Mereka hanya sesekali mengancam, lalu menghabiskan waktunya berlari di belakang kelompok Mufasa. Kiros Cs bahkan terlihat malu karena tidak menghancurkan atau memperlihatkan aura raja hutannya.
Oleh karena itu, menurut saya Barry Jenkins bisa terus mengeksplorasi konflik dalam cerita lebih jauh. Namun, agar ceritanya tetap menarik bagi anak-anak, langkah tersebut sepertinya dipotong.
Mufasa: The Lion King juga menampilkan Kiara, putri Simba dan cucu perempuan Mufasa.
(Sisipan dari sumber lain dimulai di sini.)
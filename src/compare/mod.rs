//! The user's own rigid-body terms against ours: how far apart, where, and which convention explains it.
//!
//! Every convention of a documented list ([`assumption`]) says what our terms would look like to somebody who works by it.
//! Where the user's terms do not agree as they stand, each convention is tried alone, then all pairs; those that bring the error to
//! rounding explain it. What no state like this one could tell apart is listed as unseen.

pub mod assumption;
mod order;
pub mod table;
mod terms;

use nalgebra::{DMatrix, DVector, Vector6};

pub use assumption::Assumption;
pub use table::Table;

use crate::problem::layout::velocity_names;
use crate::problem::question::DynamicsQuestion;
use terms::Scenario;

/// Explanations reported at most.
const MOST_EXPLANATIONS: usize = 20;
/// A convention counts as unseen where it moves nothing by this share of the tolerance.
const UNSEEN: f64 = 0.1;

/// What the user computed, in the user's own conventions. Everything is optional; sizes fit the model by construction.
#[derive(Debug, Clone, Default)]
pub struct Given {
    /// Mass matrix (n x n).
    pub mass_matrix: Option<DMatrix<f64>>,
    /// Coriolis, centrifugal and gravity terms (n).
    pub bias: Option<DVector<f64>>,
    /// Momentum (kg m/s; kg m^2/s).
    pub momentum: Option<Vector6<f64>>,
    /// Terms of single frames.
    pub frames: Vec<GivenFrame>,
}

/// What the user computed for one frame.
#[derive(Debug, Clone)]
pub struct GivenFrame {
    /// Index in the report's frames: the model's soles, then the frames of the question.
    pub index: usize,
    /// Jacobian (6 x n).
    pub jacobian: Option<DMatrix<f64>>,
    /// `J_dot nu`.
    pub bias_acceleration: Option<Vector6<f64>>,
}

/// Conventions that together bring the user's terms and ours together, or as near as any do.
#[derive(Debug, Clone, PartialEq)]
pub struct Explanation {
    /// One or two conventions.
    pub assumptions: Vec<Assumption>,
    /// Largest relative error that is left.
    pub left: f64,
}

/// How it ended.
#[derive(Debug, Clone, Copy, PartialEq, Eq)]
pub enum Verdict {
    /// The terms agree as they stand.
    Agrees,
    /// They agree under a convention or a pair of them.
    Explained,
    /// They do not.
    Unexplained,
}

/// The comparison.
#[derive(Debug, Clone)]
pub struct Comparison {
    /// How it ended.
    pub verdict: Verdict,
    /// Every quantity that was given beside ours, as it stands.
    pub tables: Vec<Table>,
    /// The same under the first explanation or, without one, under the nearest conventions.
    pub after: Vec<Table>,
    /// Largest relative error of each generalised velocity's rows and columns, as it stands: name, error.
    pub velocities: Vec<(String, f64)>,
    /// What explains the difference, all of the same number of conventions.
    pub explanations: Vec<Explanation>,
    /// Where nothing explains it: what comes nearest, if it comes nearer at all.
    pub nearest: Option<Explanation>,
    /// Conventions that make no difference here: neither for them nor against them is anything shown.
    pub unseen: Vec<Assumption>,
}

/// Compares `given` with our terms of `question`; `tolerance` is the relative error that counts as rounding.
pub fn compare(question: &DynamicsQuestion, given: &Given, tolerance: f64) -> Comparison {
    let base = Scenario::new(question);
    let ours = base.terms();
    let tables = table::tables(question, given, &ours);
    let error = table::largest(&tables);
    let (mut unseen, mut seen) = (Vec::new(), Vec::new());
    for assumption in assumption::all(question) {
        let terms = base.with(&assumption).terms();
        if terms::difference(question, given, &ours, &terms) <= UNSEEN * tolerance {
            unseen.push(assumption);
        } else {
            seen.push(assumption);
        }
    }
    let mut search = Search { question, given, tolerance, found: Vec::new(), nearest: None };
    if error > tolerance {
        search.singles(&base, &seen);
        if search.found.is_empty() {
            search.pairs(&base, &seen);
        }
    }
    search.found.truncate(MOST_EXPLANATIONS);
    let verdict = match (error <= tolerance, search.found.is_empty()) {
        (true, _) => Verdict::Agrees,
        (false, false) => Verdict::Explained,
        (false, true) => Verdict::Unexplained,
    };
    let nearest = search.nearest.filter(|nearest| verdict == Verdict::Unexplained && nearest.left < error);
    let best = search.found.first().or(nearest.as_ref());
    let after = best.map_or_else(Vec::new, |best| {
        let scenario = best.assumptions.iter().fold(base.clone(), |scenario, assumption| scenario.with(assumption));
        table::tables(question, given, &scenario.terms())
    });
    let names = velocity_names(&question.model);
    let velocities = names.iter().map(|name| (name.clone(), table::of_velocity(&tables, name))).collect();
    Comparison { verdict, tables, after, velocities, explanations: search.found, nearest, unseen }
}

struct Search<'a> {
    question: &'a DynamicsQuestion,
    given: &'a Given,
    tolerance: f64,
    found: Vec<Explanation>,
    nearest: Option<Explanation>,
}

impl Search<'_> {
    /// Each convention alone, then the joint order that the numbers themselves suggest.
    fn singles(&mut self, base: &Scenario, seen: &[Assumption]) {
        for assumption in seen {
            self.try_out(base, vec![assumption.clone()]);
        }
        self.try_suggested(base, &[]);
    }

    fn pairs(&mut self, base: &Scenario, seen: &[Assumption]) {
        for (i, one) in seen.iter().enumerate() {
            for other in &seen[i + 1..] {
                if one.group() != other.group() {
                    self.try_out(base, vec![one.clone(), other.clone()]);
                }
            }
            if !one.orders_joints() {
                self.try_suggested(base, std::slice::from_ref(one));
            }
        }
    }

    fn try_suggested(&mut self, base: &Scenario, others: &[Assumption]) {
        let scenario = others.iter().fold(base.clone(), |scenario, assumption| scenario.with(assumption));
        if let Some(order) = order::suggested(self.question, self.given, &scenario.terms()) {
            let mut assumptions = others.to_vec();
            assumptions.push(Assumption::JointOrder { name: "as the numbers suggest", order });
            self.try_out(base, assumptions);
        }
    }

    fn try_out(&mut self, base: &Scenario, assumptions: Vec<Assumption>) {
        let scenario = assumptions.iter().fold(base.clone(), |scenario, assumption| scenario.with(assumption));
        let left = table::largest(&table::tables(self.question, self.given, &scenario.terms()));
        let explanation = Explanation { assumptions, left };
        if left <= self.tolerance {
            let same = |known: &Explanation| known.assumptions.iter().zip(&explanation.assumptions).all(|(a, b)| a.same(b));
            if !self.found.iter().any(same) {
                self.found.push(explanation);
            }
        } else if self.nearest.as_ref().is_none_or(|nearest| left < nearest.left) {
            self.nearest = Some(explanation);
        }
    }
}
Menurut saya kehadiran Kiara akan menjadi penting karena film ini memiliki plot belakang.
Namun yang jelas, hal itu tak lain hanyalah membuka pintu sejarah Mufasa. Kiara sesekali muncul bersama Rafiki, Pumbaa, dan Timon untuk membantu kehidupan Mufasa.
Penampilan Kiara saat ini dibantu oleh humor Timon (Billy Eichner) dan Pumbaa (Seth Rogen). Mereka mampu memberikan perut buncit, dan bahkan memberikan sentuhan untuk mendobrak dinding keempat.
Rilisan baru lainnya dari musik latar Mufasa: The Lion King, menampilkan lagu baru. Lin-Manuel Miranda, penulis lagu asli Disney, kembali.
Usaha terbaru Lin-Manuel Miranda adalah penyelesaian Lifetime: The Lion King sebagai rilis Disney. Namun nampaknya terlalu dini untuk membandingkan suara Lingkaran Kehidupan Mufasa dengan Hakuna Matata.
Tak hanya lagunya, kesuksesan Mufasa: The Lion King juga masih awal untuk berakhir. Film ini awalnya mengalami banyak permasalahan akibat reaksi penonton terhadap penampilan bus tersebut.
Namun, dengan hasil yang lumayan, Mufasa: The Lion King seharusnya mampu melangkah jauh untuk mendekati hasil impresif The Lion King lima tahun terakhir.